Over the last few years, I have been compiling kernels for well-defined
sets of hardware, i.e. the systems I myself was working on. The items
and devices I knew I had and needed were compiled in-kernel, some
optional things as modules (that is, the more "functional" modules like
file systems or support for Ethernet bridging, not the "hardware"
modules). I knew about udev, and primarily thought of it as the program
that could enforce persistent naming, heck, it could even rename network
interfaces from the standard eth0 to something more meaningful. How
cool!

I recently found myself in a new and unexplored situation: I needed a
generic kernel/module combination (precompiled) that would work on a
variety of hardware in the x86 architecture, and especially a way to
load the right modules. I always assumed there would be some kind of
magic at work, but I guess there isn't.

First idea: genkernel. Never used it before, but it seemed to work ok.
The initrd generated by genkernel works with busybox's mdev.
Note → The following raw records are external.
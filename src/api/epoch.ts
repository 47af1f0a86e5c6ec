// Epochs at the edge: the API's calendar text (UTC by default, or TAI, TT, GPS where a request
// names its timeSystem) <-> the solver's TT seconds since J2000.
//
// canonicalEpoch is the one spelling of an instant: UTC text ending in Z, rounded to the
// microsecond (the service's time resolution: answers print epochs to it), with the fraction's
// trailing zeros dropped (time-systems.ts epochAsUtc). Routes rewrite every input epoch to it
// (utcScenario) before the scenario is hashed, so the same instant in any time system and any
// spelling gives one scenario, one hash and one answer.
import { epochAsUtc, parseEpochIn, type TimeSystem } from '../solver/time/time-systems.js';
import { EPOCH_FRACTION_DIGITS, parseUtcIso } from '../solver/time/time.js';
import { roundToMicrosecond } from '../solver/core/math.js';
import type { SolverFailureCode } from '../solver/core/result.js';

/** Text already in the canonical spelling (a validated UTC epoch: no test of the date needed). */
const CANONICAL = /^\d{4}-\d{2}-\d{2}T\d{2}:\d{2}:\d{2}(?:\.\d{0,5}[1-9])?Z$/;

/** The canonical UTC spelling of a validated epoch given in `system`. */
export function canonicalEpoch(text: string, system: TimeSystem = 'UTC'): string {
  if (system === 'UTC' && CANONICAL.test(text)) return text;
  const utc = epochAsUtc(text, system, EPOCH_FRACTION_DIGITS);
  if (!utc.ok) throw new Error(`epoch "${text}" (${system}) passed the schema but does not convert: ${utc.message}`); // programmer error
  return utc.value;
}

/** Why `text` is not an epoch in `system` (code invalid-epoch or epoch-out-of-range, and the reason), or undefined when it is one (schemas use this). */
export function epochProblem(text: string, system: TimeSystem = 'UTC'): EpochProblem | undefined {
  const parsed = system === 'UTC' ? parseUtcIso(text) : parseEpochIn(text, system);
  if (!parsed.ok) return { code: epochCode(parsed.code), message: parsed.message };
  // The instant must also be writable as UTC within the supported years (a TT epoch on the last day of 2199...).
  if (system !== 'UTC') {
    const utc = epochAsUtc(text, system);
    if (!utc.ok) return { code: epochCode(utc.code), message: utc.message };
  }
  return undefined;
}

export interface EpochProblem {
  readonly code: 'invalid-epoch' | 'epoch-out-of-range';
  readonly message: string;
}

const epochCode = (code: SolverFailureCode): EpochProblem['code'] => (code === 'epoch-out-of-range' ? 'epoch-out-of-range' : 'invalid-epoch');

/** TT seconds since J2000 of an epoch the schema has already validated, on the microsecond (roundToMicrosecond). */
export function epochTT(text: string, system: TimeSystem = 'UTC'): number {
  const parsed = system === 'UTC' ? parseUtcIso(text) : parseEpochIn(text, system);
  if (!parsed.ok) throw new Error(`epoch "${text}" passed the schema but does not parse`); // programmer error
  return roundToMicrosecond(parsed.value);
}

interface WithEpochs {
  readonly timeSystem?: TimeSystem | undefined;
  readonly epoch?: string;
  readonly start?: string;
  readonly stop?: string;
  readonly times?: readonly string[];
}

/** An epoch-bearing object of a request with its epochs in canonical UTC and no timeSystem. */
export function utcEpochs<T extends WithEpochs>(part: T): Omit<T, 'timeSystem'> {
  const { timeSystem, ...rest } = part;
  const system = timeSystem ?? 'UTC';
  const out: Record<string, unknown> = { ...rest };
  for (const key of ['epoch', 'start', 'stop'] as const) {
    const v = part[key];
    if (typeof v === 'string') out[key] = canonicalEpoch(v, system);
  }
  if (part.times) out.times = part.times.map((t) => canonicalEpoch(t, system));
  return out as Omit<T, 'timeSystem'>;
}

type Part = WithEpochs | undefined;
interface EpochBearing {
  readonly state?: Part;
  readonly elements?: Part;
  readonly grid?: Part;
  readonly window?: Part;
}

/** The parts of a request rewritten in canonical UTC: state, elements, grid and window (each with its own timeSystem), and the UTC epochs ageAt and creationDate. */
export function utcScenario<T extends EpochBearing>(req: T): T {
  const out: Record<string, unknown> = { ...(req as object) };
  for (const key of ['ageAt', 'creationDate'] as const) {
    const v = (req as Record<string, unknown>)[key];
    if (typeof v === 'string') out[key] = canonicalEpoch(v);
  }
  for (const key of ['state', 'elements', 'grid', 'window'] as const) {
    const part = req[key];
    if (part !== undefined) out[key] = utcEpochs(part);
  }
  return out as T;
}
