// The Earth orientation a request is solved with: its explicit UT1 - UTC wins; otherwise the
// values come from the service's IERS table (EOP_FILE, src/plugins/eop.ts) where it covers the
// epoch, else 0. Polar motion and the celestial pole offsets dX, dY come from the table whenever it
// covers the epoch (a request cannot give them). With a table in force:
// - its digest joins the scenario of every answer about the Earth (so a new table never serves an
//   answer computed with the old one: `withTableDigest`);
// - the answers that used it say so in diagnostics.earthOrientation, with a warning when some epoch
//   lay outside the table (values 0 there), never silently.
// Without EOP_FILE nothing changes: no digest, no diagnostics (UT1 = UTC unless given, no polar motion).
import type { FrameOptions } from '../solver/earth/frames.js';
import { eopCoverage, eopLastMjd, eopSlice, mjdToIsoDate } from '../solver/time/eop.js';
import { formatUtcIso } from '../solver/time/time.js';
import type { EopState } from '../plugins/eop.js';
import type { EarthOrientationDiagnostics } from '../schemas/diagnostics.js';
import { earthFixedNodeSpans } from './ephemeris.js';
import type { InitialState } from './orbit.js';

/** The frame options of a request (plain data: they travel to the worker threads). */
export function frameOptions(ut1MinusUtc: number | undefined, eop?: EopState): FrameOptions {
  return { ...(ut1MinusUtc !== undefined ? { dut1: ut1MinusUtc } : {}), ...(eop ? { eop: eop.table } : {}) };
}

/** The frame options a worker job carries: the table cut to the rows of [startTT, stopTT] (a day of margin each side). */
export function forSpan(frame: FrameOptions, startTT: number, stopTT: number): FrameOptions {
  return frame.eop ? { ...frame, eop: eopSlice(frame.eop, startTT, stopTT) } : frame;
}

/** The scenario hashed: with a table in force, answers about the Earth carry its digest. */
export function withTableDigest<T extends object>(scenario: T, centralBody: unknown, eop: EopState | undefined): T {
  return eop && centralBody === 'earth' ? { ...scenario, earthOrientationTable: eop.digest } : scenario;
}

/** A span of TT epochs that used the Earth orientation, grown one epoch at a time. */
export class Span {
  lo = Infinity;
  hi = -Infinity;
  add(tt: number): this {
    if (tt < this.lo) this.lo = tt;
    if (tt > this.hi) this.hi = tt;
    return this;
  }
  addAll(epochs: ArrayLike<number>): this {
    for (let i = 0; i < epochs.length; i++) this.add(epochs[i]!);
    return this;
  }
  get empty(): boolean { return !(this.hi >= this.lo); }
}

/** The epochs at which an orbit input itself used the Earth orientation: an itrf or teme state's epoch, itrf or teme ephemeris nodes. */
export function inputSpan(req: { readonly state?: { readonly frame: string } | undefined }, start: InitialState, span = new Span()): Span {
  if (req.state?.frame === 'itrf' || req.state?.frame === 'teme') span.add(start.epochTT);
  if (start.ephemeris) for (const [lo, hi] of earthFixedNodeSpans(start.ephemeris)) span.add(lo).add(hi);
  return span;
}

/** diagnostics.earthOrientation of an answer whose epochs `span` used the table (undefined without a table or an empty span). */
export function earthOrientationDiagnostics(eop: EopState | undefined, span: Span, ut1MinusUtc: number | undefined): EarthOrientationDiagnostics | undefined {
  if (!eop || span.empty) return undefined;
  const t = eop.table;
  const c = eopCoverage(t, span.lo, span.hi);
  const lastObserved = Number.isNaN(t.lastObservedMjd) ? null : mjdToIsoDate(t.lastObservedMjd);
  return {
    source: 'EOP_FILE',
    tableDigest: eop.digest,
    firstDate: c.firstDate,
    lastObservedDate: lastObserved,
    lastPredictedDate: mjdToIsoDate(eopLastMjd(t)),
    ut1MinusUtc: ut1MinusUtc !== undefined ? 'request' : 'table',
    predicted: c.predicted,
    outsideTable: c.outside,
    ...(c.outside
      ? { warning: `epochs from ${formatUtcIso(span.lo)} to ${formatUtcIso(span.hi)} reach outside the EOP table (${c.firstDate} to ${c.lastDate}): there polar motion, dX, dY${ut1MinusUtc === undefined ? ' and UT1-UTC' : ''} are taken as 0` }
      : {}),
  };
}
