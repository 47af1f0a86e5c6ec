// Tracks between the API and the solver: the request -> the worker job, and the job's result ->
// the product's inputs (the answer head, degrees for geodetic coordinates, OEM metadata).
import type { CentralBody } from '../solver/bodies/bodies.js';
import type { Conservation } from '../solver/propagation/track.js';
import type { FrameOptions } from '../solver/earth/frames.js';
import { epochTT } from './epoch.js';
import type { Track } from '../solver/propagation/track.js';
import type { InitialState } from './orbit.js';
import { interpolationDiagnostics } from './ephemeris.js';
import type { TrackDiagnostics, TrackRequest } from '../schemas/track.js';
import type { TrackNeeds, TrackFormat, TrackProductInput } from '../formats/track-output.js';
import { geodeticDegrees, printedStates, type TrackJob, type TrackJobResult } from '../workers/jobs.js';

/** The answer's diagnostics from a track's conservation report (and, for the ephemeris model, its interpolation). */
export function trackDiagnostics(c: Conservation, interpolation?: TrackDiagnostics['interpolation'], earthOrientation?: TrackDiagnostics['earthOrientation']): TrackDiagnostics {
  return {
    conservedQuantity: c.quantity,
    meaning: c.meaning,
    energyRelativeDrift: c.drift ? c.drift.energy : null,
    energyDriftVsPotential: c.drift ? c.drift.energyVsPotential : null,
    angularMomentumRelativeDrift: c.drift ? c.drift.angularMomentumVector : null,
    ...(interpolation ? { interpolation } : {}),
    ...(earthOrientation ? { earthOrientation } : {}),
  };
}

/** The worker job of a validated track request (its grid buffer moves to the worker). */
export function trackJob(req: TrackRequest, body: CentralBody, start: InitialState, epochsTT: Float64Array, needs: TrackNeeds, frame: FrameOptions): TrackJob {
  return {
    kind: 'track',
    input: {
      body, model: req.model, forces: req.forces, r0: start.r, v0: start.v, epochTT: start.epochTT, epochsTT, passThroughBody: req.passThroughBody,
      ...(req.model === 'sgp4' && start.sgp4 ? { sgp4: start.sgp4 } : {}),
      ...(req.model === 'ephemeris' && start.ephemeris ? { ephemeris: start.ephemeris.ephemeris } : {}),
    },
    teme: needs.teme,
    earthFixed: needs.earthFixed ? frame : null,
    ...(needs.teme ? { temeFrame: frame } : {}),
    geodetic: needs.geodetic,
  };
}

/** The product's inputs for a solved track job. */
export function trackProductInput(req: TrackRequest, format: TrackFormat, hash: string, body: CentralBody, start: InitialState, result: TrackJobResult, earthOrientation?: TrackDiagnostics['earthOrientation']): TrackProductInput {
  const initialEpochTT = start.epochTT;
  const inertial: Track = result.track;
  const interpolation = inertial.interpolation && start.ephemeris ? interpolationDiagnostics(inertial.interpolation, start.ephemeris.info) : undefined;
  return {
    format,
    frame: req.frame,
    epochsTT: inertial.epochsTT,
    states: printedStates(result, req.frame === 'teme'),
    geodeticDeg: result.geodetic ? geodeticDegrees(result.geodetic) : null,
    head: {
      scenarioHash: hash,
      model: req.model,
      forces: req.forces,
      frame: req.frame,
      centralBody: { name: body.name, gm: body.gm, radius: body.radius ?? null },
      object: req.object,
      sampleCount: inertial.epochsTT.length,
      // Conservation is checked on the inertial states, whatever the output frame.
      diagnostics: trackDiagnostics(inertial.conservation, interpolation, earthOrientation),
    },
    object: req.object,
    oem: {
      creationEpochTT: req.creationDate !== undefined ? epochTT(req.creationDate) : initialEpochTT,
      centerName: body.name.toUpperCase(),
      comments: [
        `model ${req.model}, GM ${body.gm} km**3/s**2; scenario ${hash}`,
        ...(interpolation ? [`interpolated from the given ephemeris (${interpolation.segments.map((s) => `${s.method} degree ${s.degree}`).join(', ')}); largest position error estimate ${interpolation.maxPositionErrorEstimate.toExponential(2)} km`] : []),
        ...(req.frame === 'teme' ? ['TEME: true equator, mean equinox, rotated from PEF by GMST 1982 (Vallado et al. 2006); the frame of SGP4'] : []),
        ...(req.frame === 'itrf' && !earthOrientation ? [`Earth-fixed: IAU 2006 precession, IAU 2000B nutation, Earth rotation angle; polar motion neglected; UT1-UTC ${req.ut1MinusUtc ?? 0} s`] : []),
        ...(req.frame === 'itrf' && earthOrientation
          ? [`Earth-fixed: IAU 2006 precession, IAU 2000B nutation, Earth rotation angle; polar motion, dX, dY${req.ut1MinusUtc === undefined ? ' and UT1-UTC' : ''} from the IERS finals2000A table ${earthOrientation.firstDate} to ${earthOrientation.lastPredictedDate} (SHA-256 ${earthOrientation.tableDigest.slice(0, 16)}...)${req.ut1MinusUtc === undefined ? '' : `; UT1-UTC ${req.ut1MinusUtc} s`}`,
            ...(earthOrientation.warning ? [`WARNING ${earthOrientation.warning}`] : [])]
          : []),
        ...(req.creationDate !== undefined ? [] : ['CREATION_DATE is the epoch of the initial state (no creationDate in the request), so that one scenario always gives the same bytes']),
      ],
    },
  };
}
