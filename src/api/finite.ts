// JSON prints a non-finite number as null: every JSON answer is walked once before it is sent.

/** The path of the first non-finite number in a JSON-bound value (e.g. `answer.bodies[0].mass`), or null. */
export function firstNonFinite(value: unknown, path = 'answer'): string | null {
  if (typeof value === 'number') return Number.isFinite(value) ? null : path;
  if (Array.isArray(value)) {
    for (let i = 0; i < value.length; i++) {
      const hit = firstNonFinite(value[i], `${path}[${i}]`);
      if (hit !== null) return hit;
    }
    return null;
  }
  if (value !== null && typeof value === 'object') {
    for (const [k, v] of Object.entries(value)) {
      const hit = firstNonFinite(v, `${path}.${k}`);
      if (hit !== null) return hit;
    }
  }
  return null;
}
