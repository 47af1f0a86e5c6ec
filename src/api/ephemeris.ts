// Ephemeris orbits at the edge: a request's ephemeris.oem -> the solver's Ephemeris (src/formats/oem-read.ts
// reads it; every segment's nodes brought to GCRF with the request's Earth orientation), the file's
// problems -> 422 answers naming the line, and the interpolation report -> the answers' diagnostics.
import { ProblemError } from '../errors.js';
import { BODIES, type CentralBody } from '../solver/bodies/bodies.js';
import type { FrameOptions } from '../solver/earth/frames.js';
import { nodesToGcrf, type NodeFrame } from '../solver/earth/state-frames.js';
import { firstNode, type Ephemeris, type EphemerisSegment, type InterpolationReport } from '../solver/propagation/ephemeris.js';
import { formatUtcIso } from '../solver/time/time.js';
import { readOem, type OemFrame, type OemSegment } from '../formats/oem-read.js';
import type { Vec3 } from '../solver/core/vec3.js';
import type { InterpolationDiagnostics } from '../schemas/ephemeris.js';
import type { OrbitInputFields } from '../schemas/orbit.js';

/** What the answers say of each segment beside the solver's report (plain data: it travels with jobs). */
export interface SegmentInfo {
  readonly refFrame: string;
  readonly timeSystem: string;
  readonly nodes: number;
  readonly degreeFromFile: boolean;
}

export interface EphemerisOrbit {
  readonly ephemeris: Ephemeris;
  readonly info: readonly SegmentInfo[];
}

const NODE_FRAME: Readonly<Record<OemFrame, NodeFrame>> = { GCRF: 'gcrf', ICRF: 'icrf', EME2000: 'eme2000', ITRF: 'itrf', TEME: 'teme' };

const oemProblem = (code: 'oem-malformed' | 'oem-unsupported' | 'limit-exceeded', message: string): ProblemError =>
  new ProblemError(code, `ephemeris.oem ${message}`, { errors: [{ path: 'body.ephemeris.oem', message }] });

function segmentOf(s: OemSegment, frame: FrameOptions): EphemerisSegment {
  const m = s.meta;
  const n = s.epochsTT.length;
  const startTT = Math.max(m.useableStartTT, s.epochsTT[0]!);
  const stopTT = Math.min(m.useableStopTT, s.epochsTT[n - 1]!);
  if (!(stopTT >= startTT)) {
    throw oemProblem('oem-malformed', `line ${s.line}: the segment's useable span (${formatUtcIso(m.useableStartTT)} to ${formatUtcIso(m.useableStopTT)}) holds no part of its data lines (${formatUtcIso(s.epochsTT[0]!)} to ${formatUtcIso(s.epochsTT[n - 1]!)})`);
  }
  const g = nodesToGcrf(NODE_FRAME[m.refFrame], s.epochsTT, s.states, s.accelerations, frame);
  return { epochsTT: s.epochsTT, states: g.states, accelerations: g.accelerations, method: m.interpolation === 'HERMITE' ? 'hermite' : 'lagrange', degree: m.degree, startTT, stopTT };
}

/**
 * The ephemeris of a request (undefined without one), with its model checked: the ephemeris model
 * interpolates an ephemeris orbit and nothing else. A malformed file throws its 422 problem.
 */
export function ephemerisOrbit(req: OrbitInputFields & { model?: string }, body: CentralBody, frame: FrameOptions): EphemerisOrbit | undefined {
  if (!req.ephemeris) {
    if (req.model === 'ephemeris') throw new ProblemError('invalid-parameter', 'model ephemeris interpolates a given ephemeris: give the orbit as ephemeris.oem (or choose another model)');
    return undefined;
  }
  if (req.model !== undefined && req.model !== 'ephemeris') {
    throw new ProblemError('invalid-parameter', `an ephemeris orbit is interpolated (model ephemeris), not propagated: model ${req.model} does not apply to it`);
  }
  if (body !== BODIES.earth) throw new ProblemError('invalid-parameter', 'an ephemeris orbit (OEM, CENTER_NAME EARTH) is about the Earth: centralBody must be the built-in "earth"');
  const read = readOem(req.ephemeris.oem);
  if (!read.ok) throw oemProblem(read.code, read.message);
  const segments = read.value.segments;
  return {
    ephemeris: { segments: segments.map((s) => segmentOf(s, frame)) },
    info: segments.map((s) => ({ refFrame: s.meta.refFrameText, timeSystem: s.meta.timeSystem, nodes: s.epochsTT.length, degreeFromFile: s.meta.degreeGiven })),
  };
}

/** The spans (TT) of the segments whose nodes were Earth-fixed or TEME (they used the Earth orientation). */
export function earthFixedNodeSpans(e: EphemerisOrbit): Array<[number, number]> {
  return e.ephemeris.segments.flatMap((s, i) => (/^(ITRF|TEME)/.test(e.info[i]!.refFrame) ? [[s.epochsTT[0]!, s.epochsTT[s.epochsTT.length - 1]!] as [number, number]] : []));
}

/** The initial state of an ephemeris orbit: its first node (GCRF). */
export const ephemerisInitialState = (e: EphemerisOrbit): { r: Vec3; v: Vec3; epochTT: number } => firstNode(e.ephemeris);

/** The answers' interpolation diagnostics: the solver's report with what the file said of each segment. */
export function interpolationDiagnostics(report: InterpolationReport, info: readonly SegmentInfo[]): InterpolationDiagnostics {
  return {
    segments: report.segments.map((s, i) => ({
      start: formatUtcIso(s.startTT),
      stop: formatUtcIso(s.stopTT),
      refFrame: info[i]!.refFrame,
      timeSystem: info[i]!.timeSystem,
      nodes: info[i]!.nodes,
      method: s.method,
      degreeAsked: s.degreeAsked,
      degreeFromFile: info[i]!.degreeFromFile,
      degree: s.degree,
      nodesPerSample: s.nodesPerSample,
      usesAccelerations: s.usesAccelerations,
    })),
    maxPositionErrorEstimate: report.maxPositionErrorKm,
  };
}
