// Every number an answer carries must be finite: JSON prints NaN and Infinity as null, and the
// fixed-point writers of CSV, OEM and GeoJSON cannot print them at all. One check, run on every
// answer (its JSON value, or the sample tables of a streamed product) before anything is sent.
import { ProblemError } from '../errors.js';

/** The path of the first non-finite number in a JSON-bound value (dotted like the request paths of validation problems, e.g. `answer.passes.0.pointing.3.dopplerShift`), or null. */
export function firstNonFinite(value: unknown, path = 'answer'): string | null {
  if (typeof value === 'number') return Number.isFinite(value) ? null : path;
  if (ArrayBuffer.isView(value) && !(value instanceof DataView)) {
    const numbers = value as unknown as ArrayLike<number | bigint>;
    for (let i = 0; i < numbers.length; i++) {
      const x = numbers[i]!;
      if (typeof x === 'number' && !Number.isFinite(x)) return `${path}.${i}`;
    }
    return null;
  }
  if (Array.isArray(value)) {
    for (let i = 0; i < value.length; i++) {
      const hit = firstNonFinite(value[i], `${path}.${i}`);
      if (hit !== null) return hit;
    }
    return null;
  }
  if (value !== null && typeof value === 'object') {
    for (const [k, v] of Object.entries(value)) {
      const hit = firstNonFinite(v, `${path}.${k}`);
      if (hit !== null) return hit;
    }
  }
  return null;
}

/** The coded 422 for a non-finite number at `path` of the answer. */
export function nonFiniteProblem(path: string): ProblemError {
  return new ProblemError('non-finite-result',
    `${path} is not a finite number: the scenario overflows (or underflows) double-precision arithmetic; bring its numbers into a physical range`,
    { errors: [{ path, message: 'not a finite number' }] });
}

/** Refuses (422 non-finite-result, naming the field) a JSON-bound value holding NaN or an infinity. */
export function assertFinite(value: unknown, path = 'answer'): void {
  const bad = firstNonFinite(value, path);
  if (bad !== null) throw nonFiniteProblem(bad);
}

/**
 * Refuses (422 non-finite-result) a sample table with a non-finite number: `values` holds
 * `columns.length` numbers per sample; the problem names `${path}.<sample>.<column>`.
 */
export function assertFiniteTable(values: Float64Array, columns: readonly string[], path = 'answer.samples'): void {
  for (let i = 0; i < values.length; i++) {
    if (!Number.isFinite(values[i]!)) {
      const k = columns.length;
      throw nonFiniteProblem(`${path}.${Math.floor(i / k)}.${columns[i % k]}`);
    }
  }
}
The net
effect seems to be that every driver module (I noted IDE and SATA
chipsets I never even heard of) in the initrd is loaded, relevant or
not, and stays loaded. Ok, that'll probably work, but why bother
creating modules, if I still use them all. And sure, I could unload most
of them, but I don't want to bother my users with that. And it seems
kind of inefficient, I mean, I wouldn't expect a 2009 Linux system to
work like that.

Second idea: manual initramfs creation. Very insightful and a
recommended exercise. Problem: I have no idea how to handle the loading
of modules the way I want. Questions: Should I use udev instead of mdev
in the initrd? Would that make a difference? Why doesn't genkernel use
udev too then? Does udev do any module loading or does it just act upon
device file creation (meaning the relevant module is already loaded)? 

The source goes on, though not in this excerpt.